Once this recovery processing has completed, normal processing resumes.

Users are affected by online recovery as follows:

  • users assigned to failed nuclei lose their commands, transactions, sequential processes, and search results. They may receive response codes 9, 21, 148, or 251, depending on the status of their session at the time of the failure.

  • users assigned to surviving nuclei may or may not lose their commands/transactions, depending on whether they managed to complete them in the quiesce phase. They retain their sequential processes and search results, but they may experience an increased response time. Users that do lose their commands/transactions will subsequently receive response code 9 and might possibly get response code 21 as well.

Automatic Restart Management (ARM)

Automatic restart management (ARM) is a z/OS facility that can be used to automatically restart a nucleus when it abends. Automatic restart is suppressed when the ABEND is intentional; for example, when it results from a parameter error.

ARM can be used for Adabas nuclei in both cluster and noncluster environments.

The ADARUN parameter ARMNAME (read ADARUN Parameter Usage in Cluster Environments) is used to identify the element in the ARM policy that is to be activated. Each element specifies when, where, and how often an automatic restart is to be attempted.

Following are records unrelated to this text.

"""What the sensitivity to the costs adds to a run with a site column: time and memory.

Invented data, the sites of ``bench_sites.py`` (a region's shared weather, 10 years of daily
history per site, a noisy skilful forecast) with fixed costs. The same run is timed with the
sensitivity (each site's own, made in its task, and the portfolio's) and without it (the sites keep
no replicate counts: ``simulator.run._with_sensitivity`` patched to say no), alternately, in this
process (one worker, so that the machine's other load is shared evenly), and the medians compared.
Peak memory is this process's high-water mark (VmHWM), read after each way has run (the first way
run sets it for both, so the order is printed). Issue 14 sets no figure for this; our own aim is
that the sensitivity add no more than about 20% to a site run's time, which it does not yet meet.

    .venv/bin/python benchmarks/bench_site_sensitivity.py                    # 40 sites, 2,000 replicates
    .venv/bin/python benchmarks/bench_site_sensitivity.py --sites 10 --replicates 500
"""

from __future__ import annotations

import argparse
import statistics
import time

import importlib
from bench_sites import FIXED, sites_frame
from simulator import history_from_frame, run_history, scenario_from_text

run_module = importlib.import_module("simulator.run")  # the module, not the function simulator.run


def _peak_mb() -> float:
    with open("/proc/self/status") as status:
        for line in status:
            if line.startswith("VmHWM:"):
                return int(line.split()[1]) / 1024
    return float("nan")


def main() -> None:
    parser = argparse.ArgumentParser(description=__doc__.splitlines()[0])
    parser.add_argument("--sites", type=int, default=40)
    parser.add_argument("--years", type=int, default=10)
    parser.add_argument("--replicates", type=int, default=2000)
    parser.add_argument("--rounds", type=int, default=3)
    args = parser.parse_args()
    scenario = scenario_from_text(FIXED.format(step=0.01, replicates=args.replicates))
    history = history_from_frame(sites_frame(args.sites, args.years), scenario)
    keep = run_module._with_sensitivity
    times: dict[str, list[float]] = {"without": [], "with": []}
    peaks = {}
    for r in range(args.rounds):
        for way in (("without", "with") if r % 2 == 0 else ("with", "without")):
            run_module._with_sensitivity = keep if way == "with" else (lambda scenarios: False)
            start = time.perf_counter()
            result = run_history(scenario, history, workers=1)
            times[way].append(time.perf_counter() - start)
            peaks.setdefault(way, _peak_mb())
            if way == "with":
                assert result.sensitivity.note is None and len(result.sensitivity.sites) == args.sites
    run_module._with_sensitivity = keep
    without, with_ = statistics.median(times["without"]), statistics.median(times["with"])
    print(f"{args.sites} sites x {args.years} years daily x {args.replicates:,} replicates x 101 cutoffs, "
          f"one worker, median of {args.rounds} rounds")
    print(f"  without the sensitivity: {without:.2f} s  (rounds: {', '.join(f'{t:.2f}' for t in times['without'])})")
    print(f"  with the sensitivity:    {with_:.2f} s  (rounds: {', '.join(f'{t:.2f}' for t in times['with'])})")
    print(f"  the sensitivity adds {with_ / without - 1:.0%} to the run's time (our own aim: about 20% at most)")
    print(f"  peak memory of this process: {peaks['without']:.0f} MB after the first run without, "
          f"{peaks['with']:.0f} MB after the first with")


if __name__ == "__main__":
    main()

If an ARM policy has not been defined, the ARMNAME parameter has no effect.

Archive Recovery

Archive recovery occurs if the container data sets of the database are damaged or restart recovery is not effective.

Archive recovery:

  • restores the database; and

  • regenerates the updates from the protection logs.

The protection logs to be regenerated are the output of the ADARES PLCOPY protection log copy and merge process that occurs in Adabas Parallel Services cluster environments. The restore/regenerate process is the same in both cluster and noncluster environments.